Emotional Support Evaluation Framework via Controllable and Diverse Seeker Simulator
This work provides a more faithful evaluation framework for emotional support chatbots, benefiting researchers and developers in AI and mental health applications, though it is incremental as it builds on existing simulator-based evaluation methods.
The paper tackled the problem of evaluating emotional support chatbots by addressing limitations in existing seeker simulators, such as lack of behavioral diversity and controllability, and introduced a controllable simulator using psychological and linguistic features with a Mixture-of-Experts architecture, achieving superior profile adherence and diversity while uncovering performance degradations in 7 supporter models.

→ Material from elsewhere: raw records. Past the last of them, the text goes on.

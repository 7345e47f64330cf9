"""The catalogue: the files beside this module, and the user's own on top."""

from __future__ import annotations

from collections.abc import Mapping, Sequence
from functools import cache
from pathlib import Path
from typing import Any

from models.catalog.limit_reading import limit_tables_of
from models.catalog.part_reader import PartReader
from models.catalog.part_table import PartTable
from models.catalog.parts import Catalog, CostModel, LimitTable
from models.catalog.reading import Problems, RawPart, raw_parts_of_csv, read_toml
from models.catalog.schemas import COST_SCHEMA, SCHEMAS, Schema

_FOLDER = Path(__file__).parent
_TOML_FILES = (
    "devices.toml",
    "clamp_diodes.toml",
    "core_materials.toml",
    "conductors.toml",
    "ac_capacitors.toml",
    "dc_link_capacitors.toml",
    "fans.toml",
    "choke_materials.toml",
    "emission_limits.toml",
    "limits.toml",
    "cost.toml",
)
_SHAPE_FILE = "core_shapes.csv"
_LIMITS, _COST = "limit_tables", "cost"


def load_catalog(extra_files: Sequence[Path] = ()) -> Catalog:
    """The built-in catalogue, with the parts of further TOML files added.

    Parameters
    ----------
    extra_files : files in the format of the built-in ones, read in order. A part may say
        `based_on = "name"` to take what it does not state from another part, and `replaces = true` to
        take the place of a part of the same name; entries under [cost] replace the built-in ones.

    Raises
    ------
    ValueError
        With every fault found: file, part, key, what was given and what is expected.
    """
    return _built_in() if not extra_files else _load(tuple(Path(path) for path in extra_files))


@cache
def _built_in() -> Catalog:
    return _load(())


def _load(extra_files: tuple[Path, ...]) -> Catalog:
    problems = Problems()
    documents = [(path.name, read_toml(path)) for path in (*(_FOLDER / f for f in _TOML_FILES), *extra_files)]
    _check_sections(documents, problems)
    tables = {schema.section: PartTable(_parts(schema, documents, problems)) for schema in SCHEMAS}
    cost = _cost(documents, problems)
    limits = _limits(documents, problems)
    problems.raise_if_any()
    assert cost is not None  # a missing value has been reported as a problem
    return Catalog(**tables, limit_tables=limits, cost=cost)


def _check_sections(documents: Sequence[tuple[str, Mapping[str, Any]]], problems: Problems) -> None:
    known = (*(schema.section for schema in SCHEMAS), _LIMITS, _COST)
    for file, document in documents:
        for section, content in document.items():
            if section not in known:
                problems.messages.append(f"{file}: unknown section {section!r}; known are {', '.join(known)}")
            elif isinstance(content, list) == (section == _COST):
                wanted = "[cost]" if section == _COST else f"[[{section}]]"
                problems.messages.append(f"{file}: section {section!r} must be written {wanted}")


def _raw_parts(section: str, documents: Sequence[tuple[str, Mapping[str, Any]]]) -> list[RawPart]:
    return [
        RawPart(file, entries)
        for file, document in documents
        for entries in document.get(section, [])
        if isinstance(entries, dict)
    ]


def _parts(
    schema: Schema, documents: Sequence[tuple[str, Mapping[str, Any]]], problems: Problems
) -> tuple[Any, ...]:
    raws = _raw_parts(schema.section, documents)
    if schema.section == "core_shapes":
        raws = [*raw_parts_of_csv(_FOLDER / _SHAPE_FILE, schema.plain_fields), *raws]
    return PartReader(schema, problems).read(raws)


def _cost(documents: Sequence[tuple[str, Mapping[str, Any]]], problems: Problems) -> CostModel | None:
    """Cost table; entries of later files replace those of earlier ones."""
    entries: dict[str, Any] = {"name": _COST}
    last = "cost.toml"
    for file, document in documents:
        if isinstance(document.get(_COST), dict):
            entries.update(document[_COST])
            last = file
    parts = PartReader(COST_SCHEMA, problems).read([RawPart(last, entries)])
    return parts[0] if parts else None


def _limits(documents: Sequence[tuple[str, Mapping[str, Any]]], problems: Problems) -> tuple[LimitTable, ...]:
    return limit_tables_of(_raw_parts(_LIMITS, documents), problems)
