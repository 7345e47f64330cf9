"""Prices, auxiliary power and packing: the one table a user replaces to cost a concept his own way."""

from __future__ import annotations

from collections.abc import Mapping
from dataclasses import dataclass, field
from difflib import get_close_matches

import numpy as np
from numpy.typing import ArrayLike, NDArray


@dataclass(frozen=True)
class CostModel:
    """Price relations of what is not bought as a catalogue part; most are estimates, see `origin`.

    Tuples over a rating are interpolated on log-log scales and held constant beyond their ends.
    """

    rating_va: tuple[float, ...]  # of control_price and housing_price [VA]
    control_price: tuple[float, ...]  # control, sensing, gate supply, connectors [currency]
    housing_price: tuple[float, ...]  # housing, assembly and test [currency]
    auxiliary_rating_va: tuple[float, ...]  # [VA]
    auxiliary_power_w: tuple[float, ...]  # control boards, gate supplies, sensing; no fans [W]
    labour_rating_va: tuple[float, ...]  # rating of the inverter the inductor belongs to [VA]
    inductor_labour: tuple[float, ...]  # winding labour per inductor [currency]
    wound_part_margin: float  # share of the sales price of a wound part [-]
    board_price_per_m2: float  # four-layer printed board [currency/m2]
    board_clearance_m: float  # board and clearance above the tallest part [m]
    heatsink_price_per_kg: float  # cut and drilled profile [currency/kg]
    x_capacitor_price_per_f: float  # emission filter [currency/F]
    y_capacitor_price: float  # 4.7 nF, each [currency]
    choke_price: tuple[float, ...]  # common-mode choke [currency]
    choke_current_a: tuple[float, ...]  # rated rms current that goes with choke_price [A]
    quantity_pieces: tuple[float, ...]  # pieces a year [-]
    quantity_factor: tuple[float, ...]  # on the thousand-piece price [-]
    sales_price_factor: float  # sales price over bill of material [-]
    packing_styles: tuple[str, ...]
    packing_factors: tuple[float, ...]  # sum of component boxes over enclosure [-]
    origin: Mapping[str, str] = field(default_factory=dict, compare=False, repr=False)

    def control_price_at(self, rating_va: ArrayLike) -> NDArray[np.float64]:
        """Price of control, sensing, gate supply and connectors [currency] of a rating [VA]."""
        return _log_interpolated(rating_va, self.rating_va, self.control_price)

    def housing_price_at(self, rating_va: ArrayLike) -> NDArray[np.float64]:
        """Price of housing, assembly and test [currency] of a rating [VA]."""
        return _log_interpolated(rating_va, self.rating_va, self.housing_price)

    def auxiliary_power_at(self, rating_va: ArrayLike) -> NDArray[np.float64]:
        """Running power of control boards, gate supplies and sensing, no fans [W], of a rating [VA]."""
        return _log_interpolated(rating_va, self.auxiliary_rating_va, self.auxiliary_power_w)

    def inductor_labour_at(self, rating_va: ArrayLike) -> NDArray[np.float64]:
        """Winding labour of one inductor [currency] of an inverter of a rating [VA]."""
        return _log_interpolated(rating_va, self.labour_rating_va, self.inductor_labour)

    def choke_price_at(self, current_a: ArrayLike) -> NDArray[np.float64]:
        """Price of a common-mode choke [currency] of a rated rms current [A]."""
        return _log_interpolated(current_a, self.choke_current_a, self.choke_price)

    def quantity_factor_at(self, pieces: ArrayLike) -> NDArray[np.float64]:
        """Factor on the thousand-piece price [-] for a number of pieces a year [-]."""
        return _log_interpolated(pieces, self.quantity_pieces, self.quantity_factor)

    def packing_factor(self, style: str) -> float:
        """Sum of component boxes over enclosure volume [-] of a packing style.

        Raises
        ------
        ValueError
            If the style is not known; the message holds the nearest one.
        """
        if style in self.packing_styles:
            return self.packing_factors[self.packing_styles.index(style)]
        near = get_close_matches(style, self.packing_styles, n=1, cutoff=0.0)[0]
        raise ValueError(f"no packing style called {style!r}; the nearest is {near!r}")


def _log_interpolated(
    at: ArrayLike, points: tuple[float, ...], values: tuple[float, ...]
) -> NDArray[np.float64]:
    """Straight line on log-log scales between points, constant beyond them."""
    return np.exp(np.interp(np.log(np.asarray(at, dtype=float)), np.log(points), np.log(values)))
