"""Winding resistance: limits of Dowell's law, its agreement with the litz form, monotony."""

from __future__ import annotations

import math

import numpy as np
import pytest
from hypothesis import given
from hypothesis import strategies as st
from scipy.constants import mu_0

from models.magnetics.winding import (
    COPPER_RESISTIVITY_20,
    copper_resistivity,
    dowell_ratio,
    foil_ratio,
    litz_ratio,
    round_wire_skin_ratio,
    skin_depth,
    wire_ratio,
)

RHO = np.array(2.2e-8)


def foil_by_the_diffusion_equation(depth: float, layers: int) -> float:
    """Ac over dc resistance of a stack of foils, field 0 to N I, from the complex field in each sheet.

    In a sheet of thickness h = depth skin depths between the fields H1 and H2 the loss is the real part of
    the Poynting flux at its two faces, with H'' = (2j/delta^2) H. No hyperbolic closed form of Dowell's is
    used.
    """
    gamma = (1.0 + 1.0j) * depth  # per sheet thickness
    total = 0.0
    for layer in range(layers):
        below, above = float(layer), float(layer + 1)
        slope_above = gamma * (above * np.cosh(gamma) - below) / np.sinh(gamma)
        slope_below = gamma * (above - below * np.cosh(gamma)) / np.sinh(gamma)
        total += np.real(slope_above * above - slope_below * below)
    return total / layers  # dc: each sheet carries one unit of current, loss 1


@pytest.mark.parametrize("depth", [0.05, 0.3, 1.0, 2.5, 8.0])
@pytest.mark.parametrize("layers", [1, 2, 7])
def test_dowell_solves_the_diffusion_equation(depth: float, layers: int) -> None:
    found = float(dowell_ratio(np.array(depth), np.array(float(layers))))
    assert found == pytest.approx(foil_by_the_diffusion_equation(depth, layers), rel=1e-6)


@given(st.floats(0.001, 20.0), st.integers(1, 20))
def test_dowell_never_lies_below_dc_and_grows_with_layers(depth: float, layers: int) -> None:
    here = float(dowell_ratio(np.array(depth), np.array(float(layers))))
    assert here >= 1.0 - 1e-9
    assert float(dowell_ratio(np.array(depth), np.array(layers + 1.0))) >= here - 1e-9


@given(st.floats(0.001, 0.25), st.integers(1, 8))
def test_dowell_at_small_thickness(depth: float, layers: int) -> None:
    """1 + (5 p^2 - 1) D^4/45 (Hurley, Gath, Breslin 2000)."""
    found = float(dowell_ratio(np.array(depth), np.array(float(layers))))
    assert found - 1.0 == pytest.approx((5.0 * layers**2 - 1.0) * depth**4 / 45.0, rel=0.02, abs=1e-9)


def test_thick_foil_conducts_in_a_skin() -> None:
    assert float(dowell_ratio(np.array(12.0), np.array(1.0))) == pytest.approx(12.0, rel=1e-6)


@given(st.floats(0.01, 30.0))
def test_round_wire_never_lies_below_dc(ratio: float) -> None:
    assert float(round_wire_skin_ratio(np.array(ratio))) >= 1.0 - 1e-9


def test_round_wire_at_high_frequency() -> None:
    """d/(4 delta) + 1/4 where the current flows in a skin (any text)."""
    assert float(round_wire_skin_ratio(np.array(40.0))) == pytest.approx(40.0 / 4.0 + 0.25, rel=0.01)


@given(st.floats(1e3, 1e6), st.floats(2.0, 10.0))
def test_skin_depth_falls_with_the_root_of_frequency(frequency: float, factor: float) -> None:
    one, other = skin_depth(np.array(frequency), RHO), skin_depth(np.array(factor**2 * frequency), RHO)
    assert one == pytest.approx(factor * other)


def test_copper_is_linear_in_temperature() -> None:
    span = copper_resistivity(np.array([20.0, 60.0, 100.0]))
    assert np.diff(span)[0] == pytest.approx(np.diff(span)[1])
    assert span[0] == COPPER_RESISTIVITY_20


def litz_loss_by_integration(
    frequency: float, strands: float, turns: float, diameter: float, breadth: float, layers: int = 4000
) -> float:
    """Proximity loss of thin strands in the winding's own field, summed strand layer by strand layer, over
    the dc loss.

    A strand in a transverse field of peak B loses pi omega^2 B^2 d^4 l/(128 rho); the field rises linearly
    from 0 to mu0 N I/b (Sullivan 1999, appendix; strands' skin effect left out).
    """
    omega, rho = 2.0 * math.pi * frequency, float(RHO)
    place = (np.arange(layers) + 0.5) / layers
    field = mu_0 * turns * place / breadth  # peak, for a turn current of 1 A peak
    proximity = np.mean(math.pi * omega**2 * field**2 * diameter**4 / (128.0 * rho)) * strands * turns
    dc = 0.5 * turns * rho / (strands * 0.25 * math.pi * diameter**2)
    return 1.0 + proximity / dc


@pytest.mark.parametrize("frequency", [20e3, 100e3, 300e3])
def test_litz_form_is_the_sum_over_its_strands(frequency: float) -> None:
    arguments = (120.0, 40.0, 7.1e-5, 0.03)
    found = litz_ratio(np.array(frequency), *(np.array(value) for value in arguments), RHO)
    assert float(found) == pytest.approx(litz_loss_by_integration(frequency, *arguments), rel=1e-4)


def test_foil_is_dowell_with_a_turn_a_layer() -> None:
    depth = 2e-4 / float(skin_depth(np.array(50e3), RHO))
    found = foil_ratio(np.array(50e3), np.array(12.0), np.array(2e-4), RHO)
    assert float(found) == pytest.approx(foil_by_the_diffusion_equation(depth, 12), rel=1e-6)


@given(st.floats(1e3, 1e6), st.floats(2e-4, 2e-3), st.integers(1, 80), st.integers(1, 6))
def test_wire_grows_with_frequency(frequency: float, diameter: float, turns: int, strands: int) -> None:
    def ratio(hertz: float) -> float:
        wires, breadth = np.array(float(strands * turns)), np.array(0.03)
        layers = np.ceil(wires * 1.1 * diameter / breadth)
        return float(wire_ratio(np.array(hertz), wires, layers, np.array(diameter), breadth, RHO))

    assert 1.0 - 1e-9 <= ratio(frequency) <= ratio(1.5 * frequency) + 1e-9


def test_one_layer_of_wire_is_near_an_isolated_one_at_low_frequency() -> None:
    """Few well-spaced turns: within some percent of the exact law of a wire alone."""
    diameter = 1e-3
    frequency = 4e3  # d/delta = 0.85
    found = wire_ratio(
        np.array(frequency), np.array(4.0), np.array(1.0), np.array(diameter), np.array(0.04), RHO
    )
    alone = round_wire_skin_ratio(diameter / skin_depth(np.array(frequency), RHO))
    assert float(found) == pytest.approx(float(alone), rel=0.05)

As emotional support chatbots have recently gained significant traction across both research and industry, a common evaluation strategy has emerged: use help-seeker simulators to interact with supporter chatbots. However, current simulators suffer from two critical limitations: (1) they fail to capture the behavioral diversity of real-world seekers, often portraying them as overly cooperative, and (2) they lack the controllability required to simulate specific seeker profiles. To address these challenges, we present a controllable seeker simulator driven by nine psychological and linguistic features that underpin seeker behavior. Using authentic Reddit conversations, we train our model via a Mixture-of-Experts (MoE) architecture, which effectively differentiates diverse seeker behaviors into specialized parameter subspaces, thereby enhancing fine-grained controllability. Our simulator achieves superior profile adherence and behavioral diversity compared to existing approaches. Furthermore, evaluating 7 prominent supporter models with our system uncovers previously obscured performance degradations. These findings underscore the utility of our framework in providing a more faithful and stress-tested evaluation for emotional support chatbots.